# what does "All Day" mean by PPV?



## 0pusX (Jan 11, 2008)

What does it mean when All Day is next to the PPV movie name?


----------



## James Long (Apr 17, 2003)

24 hours ... generally 5am to 5am ET but it is 24 hours from the time the first showing starts at or after 5am.
(Channels are staggered to start at 5am, 5:30am, 6am and 6:30am.)

Note: Some PPVs have specific digital rights rules that will allow you to record the program and watch it in a later 24 hour period within a certain length of time. These are marked "Limited Recording" when you choose to rent them and the specific term for each of these limited recording PPVs are on a screen before you commit to payment. Some PPVs allow unlimited storage and playback. For live viewing and non-DVRs see the "24 hours" statement above.


----------



## 0pusX (Jan 11, 2008)

so you have access to it for the whole 24 hrs or it starts from the begining when your purchase it mo matter what time?


----------



## James Long (Apr 17, 2003)

0pusX said:


> so you have access to it for the whole 24 hrs or it starts from the begining when your purchase it mo matter what time?
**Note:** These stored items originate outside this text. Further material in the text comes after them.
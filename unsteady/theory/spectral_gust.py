"""Power-spectral gust loads of a section free to heave (continuous turbulence).

The load-factor response of a rigid aeroplane free to heave only, in a vertical
gust pattern frozen in the air, and the statistics of the response in
stationary Gaussian turbulence (J. C. Houbolt, R. Steiner & K. G. Pratt,
NASA TR R-199, 1964; S. O. Rice, Bell Syst. Tech. J. 23-24, 1944-45).

Harmonic motion ~ e^{i omega t}, heave h positive up, per unit span::

    m' h'' = kappa L' ,
    L' = -pi rho b^2 h'' - 2 pi rho U b C(k) h' + 2 pi rho U b S(k) w

(Theodorsen's plunge terms, NACA Report 496, with his downward h turned up;
Sears' gust lift, phase at mid-chord), b = c/2, k = omega b / U, and kappa the
finite-wing factor that scales the whole section lift (1 for a 2-D section).
The load-factor increment is dn = h'' / g, so::

    H_n(omega) = dn / w = -omega^2 kappa 2 pi rho U b S(k)
                 / (g [ -(m' + kappa pi rho b^2) omega^2 + i omega kappa 2 pi rho U b C(k) ])

(units 1/(m/s)).  For a pattern frozen in the air, omega = U Omega with Omega
the spatial frequency of the gust spectrum (rad/m).  Then::

    sigma_n^2 = int_0^Omega_max |H_n|^2 Phi_w dOmega ,      A_bar = sigma_n / sigma_w ,
    N0 = (1 / 2 pi) sqrt( int omega^2 |H_n|^2 Phi_w dOmega / int |H_n|^2 Phi_w dOmega )

(N0: zero up-crossings of dn per second), and the exceedance rate of a level y
above the mean is N(y) = N0 exp(-y^2 / (2 sigma_n^2)) (Rice).

For a 2-D section |S(k)|^2 ~ 1 / (2 pi k) at large k, so |H_n|^2 Phi_w decays as
Omega^-3 (sigma_n converges) but omega^2 |H_n|^2 Phi_w only as Omega^-1: N0
grows with the logarithm of the cut-off ``Omega_max``, which must be given (a
record sampled every dt resolves up to its Nyquist frequency, Omega_max =
pi / (U dt)).
"""

from __future__ import annotations

import math

import numpy as np
from scipy import integrate

from . import G, sears, theodorsen

def heave_load_factor_response(Omega, *, speed, chord, density, mass_per_span, lift_scale=1.0):
    """H_n(Omega): load-factor increment per unit vertical gust velocity, free heave.

    Parameters
    ----------
    Omega : float or array_like
        Spatial frequency of the gust pattern, rad/m (>= 0).
    speed, chord, density : float
        Flight speed U (m/s), chord c (m), air density rho (kg/m^3).
    mass_per_span : float
        m' = aircraft mass / span, kg/m (span = wing area / chord for a section
        that stands for the wing).
    lift_scale : float
        kappa, the factor on the whole section lift (finite-wing correction).

    Returns
    -------
    complex or numpy.ndarray of complex
        H_n, 1/(m/s).
    """
    Om = np.asarray(Omega, dtype=float)
    U, b, rho, m, kap = float(speed), 0.5 * float(chord), float(density), float(mass_per_span), float(lift_scale)
    omega = U * Om
    k = Om * b
    C = np.asarray(theodorsen(k))
    S = np.asarray(sears(k))
    num = -omega ** 2 * kap * 2.0 * math.pi * rho * U * b * S
    den = G * (-(m + kap * math.pi * rho * b * b) * omega ** 2
               + 1j * omega * kap * 2.0 * math.pi * rho * U * b * C)
    with np.errstate(invalid="ignore", divide="ignore"):
        H = np.where(omega == 0.0, 0.0 + 0.0j, num / np.where(omega == 0.0, 1.0, den))
    return complex(H) if H.ndim == 0 else H


def zero_phase_butterworth_gain(omega, omega_c, order):
    """Power gain (1 + (omega/omega_c)^(2N))^-2 of an order-N Butterworth low-pass applied forward
    and backward (zero phase: the magnitude response squared twice; S. Butterworth, Wireless
    Engineer 7, 1930; the forward-backward use is ``scipy.signal.sosfiltfilt``)."""
    x = (np.asarray(omega, dtype=float) / float(omega_c)) ** (2 * int(order))
    return 1.0 / (1.0 + x) ** 2


def heave_gust_statistics(psd, sigma_w, *, speed, chord, density, mass_per_span, lift_scale=1.0,
                          omega_max, omega_filter=None, filter_order=6):
    """sigma_n, A_bar and N0 of the heave response to turbulence of spectrum ``psd``.

    Parameters
    ----------
    psd : callable
        ``psd(Omega)``: one-sided spatial PSD of the vertical gust, (m/s)^2 per
        rad/m, e.g. ``lambda W: dryden_spectrum(W, sigma, L)``.
    sigma_w : float
        The rms gust velocity of ``psd`` (m/s), for A_bar.
    speed, chord, density, mass_per_span, lift_scale
        As :func:`heave_load_factor_response`.
    omega_max : float
        Upper limit of the integrals in circular frequency omega = U Omega,
        rad/s (e.g. the Nyquist frequency pi / dt of a record).
    omega_filter : float, optional
        Cut-off (rad/s) of a zero-phase Butterworth low-pass of order
        ``filter_order`` applied to the response before the statistics
        (:func:`zero_phase_butterworth_gain` weights the integrands), as
        done to a record whose highest frequencies are numerical noise.

    Returns
    -------
    dict
        ``sigma_n`` (rms load-factor increment), ``A_bar`` (sigma_n / sigma_w,
        1/(m/s)), ``N0`` (Hz), ``omega_max`` (rad/s).
    """
    kw = dict(speed=speed, chord=chord, density=density, mass_per_span=mass_per_span,
              lift_scale=lift_scale)
    U = float(speed)

    def f(lnW, moment):
        W = math.exp(lnW)
        h2 = abs(heave_load_factor_response(W, **kw)) ** 2
        if omega_filter is not None:
            h2 *= float(zero_phase_butterworth_gain(U * W, omega_filter, filter_order))
        return h2 * float(psd(W)) * (U * W) ** moment * W     # dOmega = W dlnW

    lo, hi = math.log(1e-8 / max(chord, 1e-12)), math.log(omega_max / U)
    pts = np.linspace(lo, hi, 60)
    m0 = sum(integrate.quad(f, a, b, args=(0,), limit=200)[0] for a, b in zip(pts[:-1], pts[1:]))
    m2 = sum(integrate.quad(f, a, b, args=(2,), limit=200)[0] for a, b in zip(pts[:-1], pts[1:]))
    sigma_n = math.sqrt(m0)
    out = {"sigma_n": sigma_n, "A_bar": sigma_n / float(sigma_w),
           "N0": math.sqrt(m2 / m0) / (2.0 * math.pi), "omega_max": float(omega_max)}
    if omega_filter is not None:
        out.update(omega_filter=float(omega_filter), filter_order=int(filter_order))
    return out


def heave_load_factor_psd(f, psd, *, speed, chord, density, mass_per_span, lift_scale=1.0):
    """One-sided PSD of the load factor per Hz at frequencies ``f`` (Hz), free heave:
    Phi_n(f) = 2 pi |H_n|^2 Phi_w(Omega) / U with Omega = 2 pi f / U (the spatial PSD carried
    to time by the frozen pattern, Houbolt, Steiner & Pratt, NASA TR R-199)."""
    f = np.asarray(f, dtype=float)
    U = float(speed)
    Om = 2.0 * math.pi * f / U
    H = heave_load_factor_response(Om, speed=speed, chord=chord, density=density,
                                   mass_per_span=mass_per_span, lift_scale=lift_scale)
    return 2.0 * math.pi * np.abs(H) ** 2 * np.asarray(psd(Om), dtype=float) / U


def rice_exceedance_rate(y, N0, sigma):
    """N(y) = N0 exp(-y^2 / (2 sigma^2)): crossings per second of the level y above the
    mean of a stationary Gaussian process (S. O. Rice, Bell Syst. Tech. J. 23-24, 1944-45)."""
    y = np.asarray(y, dtype=float)
    return N0 * np.exp(-y * y / (2.0 * sigma * sigma))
You have access until the end of the day rented (unless the movie is recorded).

The end of the day being defined as the end of the 24 hour period from when the movie first started at or after 5am ET.


----------



## Stewart Vernon (Jan 7, 2005)

Yeah, what James said... as an example:

Rent an "all day" movie at 9am, you can watch it again at 11am or 1pm and so on... You can leave the channel tuned all day and watch the middle of it or the ending or wherever it happens to be at that time of the day.

As James noted, if you choose to DVR it... then 2 additional possibilities come about.
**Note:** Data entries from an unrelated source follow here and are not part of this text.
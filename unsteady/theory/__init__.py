"""Classical closed-form and indicial references of unsteady thin-airfoil theory."""

import functools

import numpy as np

# scipy's submodules are imported in the functions that use them: loading a
# scenario imports this package, and scipy.integrate/special cost a large share of start-up.

__all__ = [
    "GUST_CAUTION",
    "steady_a0",
    "theodorsen",
    "theodorsen_loads",
    "apparent_mass",
    "wagner",
    "wagner_exact_point",
    "wagner_jones",
    "sears",
    "sears_leading_edge",
    "kuessner",
    "kuessner_exact_point",
    "kuessner_sears_sparks",
    "gust_mass_ratio",
    "gust_alleviation_factor",
    "gust_load_factor_increment",
    "dryden_spectrum",
    "von_karman_spectrum",
    "effective_angle",
    "helmbold_lift_slope",
    "thin_airfoil_coefficients",
    "zero_lift_angle",
    "cm_quarter_chord",
    "naca4_camber",
    "naca4_slope",
]

#: Caution to show wherever a gust load or load factor from this program is reported.
from ..core.cautions import GUST_CAUTION  # noqa: E402  (re-exported: the caution of gust-load numbers)


# ---------------------------------------------------------------------------
# Theodorsen function and harmonic pitch/plunge loads
# ---------------------------------------------------------------------------

def theodorsen(k):
    """Theodorsen's lift-deficiency function C(k).

    C(k) = F + i G = H1(k) / (H1(k) + i H0(k)), with Hn = Hn^(2) the Hankel
    functions of the second kind (T. Theodorsen, NACA Report 496, 1935, eq. VI
    and the function C(k) defined there).

    Parameters
    ----------
    k : float or array_like
        Reduced frequency k = omega b / U = omega c / (2 U). Negative k gives
        the complex conjugate (C(-k) = conj C(k)); k = 0 gives exactly 1 and
        k = inf gives exactly 1/2.

    Returns
    -------
    complex or numpy.ndarray of complex
        C(k).
    """
    from scipy import special
    k = np.asarray(k, dtype=float)
    k_abs = np.abs(k)
    tiny = k_abs < 1e-300  # below this, 1 - C(k) ~ k ln k is far under 1e-290
    big = np.isinf(k_abs)
    k_safe = np.where(tiny | big, 1.0, k_abs)
    with np.errstate(all="ignore"):
        H1 = special.hankel2(1, k_safe)
        H0 = special.hankel2(0, k_safe)
        C = H1 / (H1 + 1j * H0)
    C = np.where(tiny, 1.0 + 0j, np.where(big, 0.5 + 0j, C))
    C = np.where(k < 0, np.conj(C), C)
    C = np.where(np.isnan(k), np.nan + 0j, C)
    return complex(C) if C.ndim == 0 else C


def apparent_mass(hT_ddot, alpha_dot, alpha_ddot, a):
    """Theodorsen's non-circulatory (apparent-mass) lift and pitching moment of a thin section.

    In the nondimensional derivatives of T. Theodorsen, NACA Report 496, 1935
    (the pi rho b^2 terms of P and M_alpha; h_T positive down)::

        cl_nc = pi (h_T'' + alpha' - a alpha'')
        M_nc  = pi (a h_T'' - (1/2 - a) alpha' - (1/8 + a^2) alpha'')

    with h_T'' = b h_T''/U^2, alpha' = b alpha'/U, alpha'' = b^2 alpha''/U^2
    (b = c/2), a the pitch axis aft of mid-chord in semichords,
    cl_nc = L_nc / (rho U^2 b) and M_nc = M_nc / (rho U^2 b^2) = 2 cm_nc about
    the pitch axis (nose-up).  The one copy of these terms: the harmonic loads
    (:func:`theodorsen_loads`), the linear model's sums and its compiled march
    (through a numba-compiled twin of this function) call it.  Plain
    arithmetic, so real or complex scalars and arrays alike.

    Parameters
    ----------
    hT_ddot, alpha_dot, alpha_ddot : float, complex or array_like
        b h_T''/U^2, b alpha'/U and b^2 alpha''/U^2 (h_T = -h of this program).
    a : float or array_like
        Pitch axis aft of mid-chord, semichords (a = 2 pivot - 1).

    Returns
    -------
    cl_nc, M_nc
        Apparent-mass lift coefficient and 2 cm_nc about the pitch axis.
    """
    cl_nc = np.pi * (hT_ddot + alpha_dot - a * alpha_ddot)
    M_nc = np.pi * (a * hT_ddot - (0.5 - a) * alpha_dot - (0.125 + a * a) * alpha_ddot)
    return cl_nc, M_nc
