def case_kuessner(out):
    """Sharp-edged gust: cl / (2 pi w0/U) against Kuessner's psi (Kuessner 1936)."""
    rows, fig = [], plt.figure(figsize=(7, 4))
    w0, arrival = 0.2, 0.02
    for model, col in (("vortex", "#23395b"), ("linear", "#c0392b")):
        sc = _sc({"gust": {"profile": "sharp-edged", "amplitude": w0, "arrival": arrival}}, model=model)
        h = simulate(sc).history
        s = 2 * U * (h["t"] - arrival) / C
        sel = s > 2.0
        ratio = h["cl"] / (2 * math.pi * w0 / U)
        err = float(np.max(np.abs(ratio[sel] - theory.kuessner(s[sel]))))
        rows.append((f"Kuessner sharp-edged gust, {model} model", "max abs(cl/(2 pi w0/U) - psi(s)), s > 2",
                     err, 0.01, "H. G. Kuessner, Luftfahrtforschung 13 (1936)"))
        plt.plot(s[s > 0], ratio[s > 0], color=col, lw=1.2, label=f"{model} model")
    ss = np.linspace(0, 40, 400)
    plt.plot(ss, theory.kuessner(ss), "k--", lw=1, label="Kuessner psi(s) (exact)")
    _finish(fig, out / "kuessner.png", "s since the front met the leading edge (semichords)", "cl / (2 pi w0 / U)", "Sharp-edged gust")
    return rows, "kuessner.png"


def _first_harmonic(t, y, omega, periods):
    sel = t > t[-1] - periods * 2 * math.pi / omega
    return 2 * np.mean(y[sel] * np.exp(-1j * omega * t[sel]))


def case_theodorsen(out):
    """Harmonic pitch about the quarter chord: |cl| and phase against Theodorsen (NACA Rep. 496)."""
    rows = []
    ks = [0.05, 0.1, 0.2, 0.5, 1.0, 2.0]
    amp = math.radians(1.0)
    res = {"linear": [], "vortex": []}
    for model in res:
        for k in ks:
            if model == "vortex" and k not in (0.1, 0.5):
                res[model].append(np.nan)
                continue
            period_chords = math.pi / k
            n_per = 6 if model == "linear" else 3
            sc = _sc({"motion": {"pitch": {"law": "sine", "amplitude": 1.0, "reduced_frequency": k}}},
                     model=model, elements=20, chords=n_per * period_chords)
            if model == "linear":      # a whole number of samples per period
                sc = sc.with_overrides({"run.dt": 2 * math.pi / (2 * U * k / C) / 200})
            h = simulate(sc).history
            omega = 2 * U * k / C
            cl_hat = _first_harmonic(h["t"], h["cl"], omega, 1)
            ref, _ = theory.theodorsen_loads(k, -1j * amp, 0.0, 0.25)
            res[model].append(cl_hat / ref)
            rows.append((f"Theodorsen pitch k = {k:g}, {model} model", "abs(amplitude ratio - 1)",
                         abs(abs(cl_hat) / abs(ref) - 1), 0.005 if model == "linear" else 0.02,
                         "T. Theodorsen, NACA Report 496 (1935)"))
            rows.append((f"Theodorsen pitch k = {k:g}, {model} model", "abs(phase error) (deg)",
                         abs(math.degrees(np.angle(cl_hat / ref))), 0.5 if model == "linear" else 2.0,
                         "T. Theodorsen, NACA Report 496 (1935)"))
    kk = np.geomspace(0.03, 3, 200)
    ref, _ = theory.theodorsen_loads(kk, -1j * amp, 0.0, 0.25)
    fig, (a1, a2) = plt.subplots(1, 2, figsize=(9, 3.6))
    a1.semilogx(kk, np.abs(ref) / amp, "k--", lw=1, label="Theodorsen")
    a2.semilogx(kk, np.degrees(np.angle(ref / (-1j * amp))), "k--", lw=1)
    for model, mk in (("linear", "o"), ("vortex", "s")):
        r = np.array(res[model])
        ref_k, _ = theory.theodorsen_loads(np.array(ks), -1j * amp, 0.0, 0.25)
        z = r * ref_k
        a1.semilogx(ks, np.abs(z) / amp, mk, label=f"{model} model")
        a2.semilogx(ks, np.degrees(np.angle(z / (-1j * amp))), mk)
    a1.set_xlabel("k")
    a1.set_ylabel("|cl| per radian")
    a2.set_xlabel("k")
    a2.set_ylabel("phase of cl over alpha (deg)")
    a1.legend(fontsize=8)
    for a in (a1, a2):
        a.grid(alpha=0.3)
    fig.tight_layout()
    fig.savefig(out / "theodorsen.png", dpi=100)
    plt.close(fig)
    return rows, "theodorsen.png"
1. IF not a "limited recording" you can keep it indefinately and re-watch over and over months from now.

2. IF it is a "limited recording" then it usually has an expiration date several months from now. So you can wait a week or two or sometimes a month or two to start watching the recording.. once you start, however, the clock begins ticking 24 hours until you can no longer watch it. Within that 24 hour window, however, you can re-watch as many times as time allows.


----------



## 4HiMarks (Jan 21, 2004)

So what happens to a limited time rental if you move it to an EHD?


----------



## coldsteel (Mar 29, 2007)

4HiMarks said:


> So what happens to a limited time rental if you move it to an EHD?


It will, eventually, expire.


----------



## BattleZone (Nov 13, 2007)

4HiMarks said:


> So what happens to a limited time rental if you move it to an EHD?


Such movies actually have both an expiration timer and an expiration date. The timer is initiated when you first press Play, and most such movies have a 24 hour limit, after which, the movie remains on the hard drive, but you have to pay again if you want to watch it after that first 24 hour period.

The expiration date is the date when the movie will auto-delete. Ususally that date is 3-4 weeks in the future.

So, you could download a PPV movie to your DVR and let it sit for 2 weeks before watching it the first time, and never be charged for it until you press Play. Pressing Play allows you to watch that movie as much as you want for 24 hours. You could wait 3 days and press Play again, at which time you'd be charged a second rental fee, and would get another 24 hours to watch it as much as you wanted. After a few weeks, the DVR will delete the movie off your drive automatically, based on the expiration date.

If you were to have an expired movie on an inactive external drive, it would get auto-deleted as soon as you reconnected it to the DVR and got the DVR going.


----------



## Stewart Vernon (Jan 7, 2005)

I'd have to try it... but I thought limited-recording PPVs couldn't be moved to an external archive drive at all.


----------